// Slots of the options of energy-limited escape and of the given losses' reference flux.
struct LossSlots {
    std::size_t cross_section = slot_of("xuv_absorption_cross_section"),
                base_density = slot_of("xuv_absorption_base_density"),
                absorption_temperature = slot_of("xuv_absorption_temperature"),
                molecular_mass = slot_of("xuv_absorption_molecular_mass"),
                chord = slot_of("xuv_absorption_chord"),
                recombination_limit = slot_of("recombination_limit"),
                recombination_temperature = slot_of("recombination_temperature"),
                recombination_coefficient = slot_of("recombination_coefficient"),
                photon_energy = slot_of("recombination_photon_energy"),
                transonic_wind = slot_of("transonic_wind"),
                transonic_temperature = slot_of("transonic_temperature"),
                transonic_base_density = slot_of("transonic_base_density"),
                transonic_molecular_mass = slot_of("transonic_molecular_mass"),
                given_loss_reference_flux = slot_of("given_loss_reference_flux");
};

const LossSlots& loss_slots() {
    static const LossSlots s;
    return s;
}

// Parameters that are 0 or 1.
bool is_flag(std::size_t slot) {
    return slot == slots().diffusion_limited || slot == loss_slots().chord ||
           slot == loss_slots().recombination_limit || slot == loss_slots().transonic_wind ||
           slot == slots().drag;
}

// What a numeric column of a table holds, worked out once per table instead of once per row.
struct ColumnRole {
    const CaseParameter* parameter = nullptr; // range of the value (or of the value uncertain)
    std::size_t global = none;                // slot of a case parameter, or none
    std::size_t species = none;               // table species of a per-species column
    std::size_t per_species = none;           // its index in species_parameters()
    bool sigma = false, lnsigma = false;      // an uncertainty column
    WidthColumn width = WidthColumn::none;    // which kind of width column
    std::string base;                         // the uncertain parameter's name
    std::size_t value_column = none;          // an uncertainty's value column
    std::size_t partner_column = none;        // a split normal's other width column
};
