"""Which giant branch a giant is on: red giant branch, core-helium burning, AGB (layer 3).

Three hypotheses are weighed for every giant-class star (stage ``giant`` or ``bright_giant``):

- **rgb** -- first ascent of the giant branch, from the base of the giant branch to the tip
  (HPT2000 eqs 10, 46, 49): radius ``R_GB(M, L)``;
- **core_he** -- core-helium burning. Below M_HeF the star starts on the zero-age horizontal
  branch (HPT2000 eqs 53-54, core mass at the flash from eqs 37-38) and brightens by
  while burning helium (a band :data:`HE_BELOW_DEX` / :data:`HE_ABOVE_DEX` about it), its radius keeping the ZAHB's mix of helium-star and
  giant-branch radius, ``R = (1 - f) R_ZHe(Mc) + f R_GB(M, L)`` (eq 54 with L free). From M_HeF up
  (the secondary clump and above) the band starts at the minimum core-He-burning luminosity
  (eq 51) with the radius fraction of the ZAHB at M_HeF;
- **agb** -- above the end of core-helium burning, radius ``R_AGB(M, L)`` (eq 74), split into
  early and thermally pulsing AGB at the core mass of the second dredge-up (eq 69).

Each hypothesis is a family of loci, one per stellar mass. The weight of a locus point is the
number of stars expected there in a population with the Kroupa (2001) initial mass function and
a constant star-formation rate up to ``max_age_myr``: ``xi(M) dM`` times the time spent per dex
(hydrogen-shell burning, :mod:`hrstage.models.shell_burning`, on the RGB; on the AGB the same,
shortened by the faster core growth of helium burning, HPT2000 eqs 68 and 71; :data:`T_HE_YR`
spread over the core-He band). The probability of a hypothesis is the sum over its loci of weight times
a Gaussian in log Teff about the locus at the star's log L (HR route) or log g (Kiel route). Its
width is the star's log Teff error, floored at :data:`SIGMA_T_FLOOR`, with :data:`SIGMA_INT` for
the relations themselves added in quadrature, and the star's log L / log g error widened by
:data:`SIGMA_X_INT`, so that a catalogue without error columns gets the same answer as one with
typical spectroscopic errors; the normalised sums
are the probabilities, and the mass posterior of the winning hypothesis gives the core-He mass.

The answer is a probability, not a certainty: in much of the giant region a first-ascent giant
of one mass sits where a core-He burner of another mass sits; a branch is named only when its
probability reaches ``min_prob`` (default 0.5: more probable than the other two together), else
the star is ``unresolved``.

On the Kiel route the red clump must also lie inside the Bovy et al. (2014) clump box in
(Teff, log g, [Fe/H]) (:mod:`hrstage.models.bovy2014`) where [Fe/H] is inside that selection's
calibration range: a star the model calls core-He burning outside the published box is left
``unresolved``.
"""

from __future__ import annotations

from dataclasses import dataclass
from functools import lru_cache

import numpy as np

from ..branches import (
    BLUE_LOOP,
    BRANCHES,
    CORE_HE_BRANCHES,
    HYPOTHESES,
    EARLY_AGB,
    HORIZONTAL_BRANCH,
    NOT_GIANT,
    POST_AGB,
    RED_CLUMP,
    RED_GIANT_BRANCH,
    TP_AGB,
    UNRESOLVED,
)
from ..models import hpt2000 as hpt
from ..models import bovy2014, kroupa2001, shell_burning
from ..models.hpt2000.core_mass import agb_time_factor, luminosity_from_mc, mc_from_luminosity, mc_tpagb
from ..models.metallicity import clip_z, z_from_feh
from ..models.stellar import LOGG_SUN, TEFF_SUN
from ..stages import BRIGHT_GIANT, GIANT, SUBGIANT

LOG_TSUN = float(np.log10(TEFF_SUN))
#: model uncertainty of the loci (dex), added in quadrature to each star's errors. HPT2000 (abstract)
#: quote their formulae "accurate to within 5 %" of the detailed models they fit, in L and R. Read
#: as a 2-sigma bound, 5 % in R is 0.5 log10(1.05) / 2 = 0.0053 dex in log Teff at fixed L (~60 K
#: at 4800 K) and 5 % in L is log10(1.05) / 2 = 0.0106 dex along the locus (log L, or log g at
#: fixed Teff and mass). Not fitted to any validation sample. (The HPT2000 RGB at the APOKASC-3 RGB
#: stars' seismic masses, L and [Fe/H] sits 0.0018 dex hotter than their Teff, robust spread
#: 0.0069 dex with their ~0.0042 dex Teff errors: consistent, measured after the choice.)
SIGMA_INT = 0.5 * float(np.log10(1.05)) / 2.0
SIGMA_X_INT = float(np.log10(1.05)) / 2.0
#: floor on a star's own log Teff error (dex; 0.0043 = 50 K at 5000 K): catalogue Teff errors are
#: mostly internal (precision) errors, while the zero points of spectroscopic and photometric Teff
#: scales differ by some tens of K (common practice, from memory). A missing or smaller error is
#: raised to it, so that the probabilities do not hinge on whether (or how optimistically) a
#: catalogue quotes Teff errors.
SIGMA_T_FLOOR = float(np.log10(5050.0 / 5000.0))
#: core-helium-burning lifetime of a low-mass star (yr), above M_HeF shortened in proportion to
#: the luminosity (same fuel, burnt faster; our approximation). Checked against the MIST v1.2
#: 12 Gyr [Fe/H] = -1.35 isochrone (Choi et al. 2016): the initial-mass span of its core-He phase
#: (0.00179 Msun) over that of its RGB per dex at log L 1.5-2.0 gives t_He / t_RGB,dex = 0.743;
#: 1e8 yr with the shell-burning RGB time of :mod:`hrstage.models.shell_burning` gives 0.746 for
#: its 0.81 Msun giants. HPT2000 eq 57 (:func:`hrstage.models.hpt2000.t_he`) gives 107 Myr there
#: (ratio 0.80), 131 Myr for low masses at Z = 0.02, and a peak 2.2x longer just above M_HeF (the
#: secondary clump) where this prior is shorter. Not used here: in the prior, eq 57 moves the
#: APOKASC-3 figures (RC masses 1.00 -> 1.04 x seismic, scatter 15 -> 17 %; Kiel RGB-not-clump
#: 95 -> 89 %), its shape alone (normalised to 1e8 yr at low mass) to 1.04 / 16 % and 91 %: a
#: field sample like Kepler's has fewer young secondary-clump stars than a constant star-formation
#: rate predicts. The branch probabilities depend on the population prior at this level.
T_HE_YR = 1.0e8
#: luminosity band of core-He burning about the eq-53 / eq-51 luminosity (dex): detailed tracks
#: brighten by ~0.2-0.3 dex while burning helium (from memory, e.g. Girardi 2016); the band is placed
#: -0.10 / +0.15 dex about the fit's luminosity (the depth below is the stage map's ``hb_depth``),
#: because at solar metallicity the HPT2000 ZAHB (log L 1.76-1.81 for 1-1.5 Msun) already sits at
#: the clump luminosity rather than at its faint edge. Checked against MIST v1.2 at 12 Gyr, [Fe/H] =
#: -1.35 (Choi et al. 2016): its ZAHB (log L 1.73) is 0.09 dex fainter than eq 53 for the age-limit
#: mass, inside the band's depth; 90 % (97 %) of its core-He time, weighted by the span of initial
#: mass, is spent within 0.06 (0.11) dex above its ZAHB, inside the band's height
HE_BELOW_DEX = 0.10
HE_ABOVE_DEX = 0.15
#: stars lighter than the age-limit mass on the horizontal branch (mass lost on the RGB): the prior
#: density per unit current mass is held flat down to this far below the age-limit mass (Msun,
#: our assumption; the horizontal-branch morphology of real populations varies). This tail is
#: added to, not taken from, the evolved initial masses (which keep their initial mass): it does
#: not conserve the number of stars. A number-conserving version (each initial mass below M_HeF
#: spread over 0-0.3 Msun of loss) raised the APOKASC-3 RC masses by 9 % (1.04 -> 1.13 x seismic
#: with the eq-57 lifetimes, scatter 17 -> 21 %): not used until the mass-loss spread itself is
#: calibrated.
HB_MASS_LOSS = 0.3
#: [Fe/H] at or below which a core-He burner is called horizontal branch rather than red clump,
#: and the Teff from which it is (common practice: the clump is the metal-rich red end of the HB).
#: Both apply only to stars whose core-He-burning mass lies below M_HeF (a degenerate helium flash,
#: HPT2000 eq 2): a heavier core-He burner hotter than HB_TEFF_MIN is on its blue loop (common
#: practice: intermediate-mass stars loop blueward during core-helium burning), never on the HB.
HB_FEH_MAX = -1.0
HB_TEFF_MIN = 5500.0
#: a subgiant-stage star brighter than the base of the giant branch of the oldest stars (the
#: age-limit mass) and at most this much (dex) hotter than their giant branch is on the lower red
#: giant branch: the fits' giant branch is up to ~0.02 dex cooler than detailed metal-poor tracks
#: there (HPT2000 vs MIST at [Fe/H] = -1.35, log L 0.8-1.2), so the stage map calls it subgiant
LOWER_RGB_DLOGT = 0.03
#: mass methods added by the branch work (names in ``ClassificationResult.mass_method``): the
#: posterior mean mass of the most probable hypothesis, and g R^2 / G where log g and L are known
BRANCH_MASS_METHODS = ("red_giant_branch", "core_he_burning", "agb", "gravity_radius")
#: a giant farther than this (in combined log Teff errors, floors included) from every weighted locus
#: point of the three hypotheses gets no branch (``unresolved``): it sits where the loci do not
#: reach (the Hertzsprung gap of intermediate-mass stars, blue loops hotter than the core-He band,
#: the Cepheid strip). Our choice, checked on outside data: APOKASC-3 RGB/RC stars lie within 2.5 sigma
#: (99th percentile), MIST [Fe/H] = -1.35 phases 2-5 within 5 sigma, PARSEC Z = 0.014 core-He phases
#: 4-6 within 8 sigma; a 6000 K star at log L 3 (solar) is 18 sigma away.
OFF_LOCUS_NSIGMA = 8.0
#: margin (in sigma) of the post-AGB tests: hotter than the AGB, lighter than M_HeF
POST_AGB_NSIGMA = 3.0
#: minimum log Teff excess (dex) of a post-AGB star over the hottest HPT2000 AGB locus at its L: the
#: fits' AGB is uncertain at high L -- the PARSEC / COLIBRI TP-AGB (Bressan et al. 2012, Marigo et
#: al. 2017; Z = 0.014 isochrones) reaches up to 0.11 dex hotter than it -- so a star must be hotter
#: by more than that (0.15 dex, ~40 %) besides the 3-sigma margin
POST_AGB_DLOGT = 0.15
#: default probability needed to name a branch: more probable than the other two together
MIN_PROB = 0.5

_M_GRID = np.logspace(np.log10(0.45), np.log10(6.0), 140)
_XL = np.linspace(-0.5, 4.8, 266)     # log L grid (0.02 dex)
_XG = np.linspace(-0.5, 4.5, 251)     # log g grid (0.02 dex)
N_HYP = 3
#: mass-grid stride per hypothesis in the evaluation (rgb, core_he, agb); 1 = every grid mass
MASS_STEP = (1, 1, 1)


@dataclass
class BranchGrids:
    """Loci of the three hypotheses for one metallicity, tabulated per mass on log L and log g grids.

    ``logt[route]``, ``weight[route]``, ``slope[route]`` and ``logl[route]`` have shape
    (3 hypotheses, n_mass, n_x); NaN / 0 outside a locus. ``mass`` is the current mass of each
    locus, ``logl_tp`` the log L where the thermally pulsing AGB starts (per mass), ``logl_tip``
    the RGB tip per mass (NaN where the mass has no RGB within the age limit).
    """

    feh: float
    z: float
    mass: np.ndarray
    logt: dict
    weight: dict
    slope: dict
    logl: dict
    logl_tp: np.ndarray
    logl_tip: np.ndarray
    m_age: float
    m_hef: float
    logl_bgb_age: float


def _logt_from_lr(logl, r):
    return LOG_TSUN + 0.25 * logl - 0.5 * np.log10(r)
*-*-*
*ASSIGNED TASK:* Lines above that have "linspace": copy each of them.

*EXERCISE RESULT:*
_XL = np.linspace(-0.5, 4.8, 266)     # log L grid (0.02 dex)
_XG = np.linspace(-0.5, 4.5, 251)     # log g grid (0.02 dex)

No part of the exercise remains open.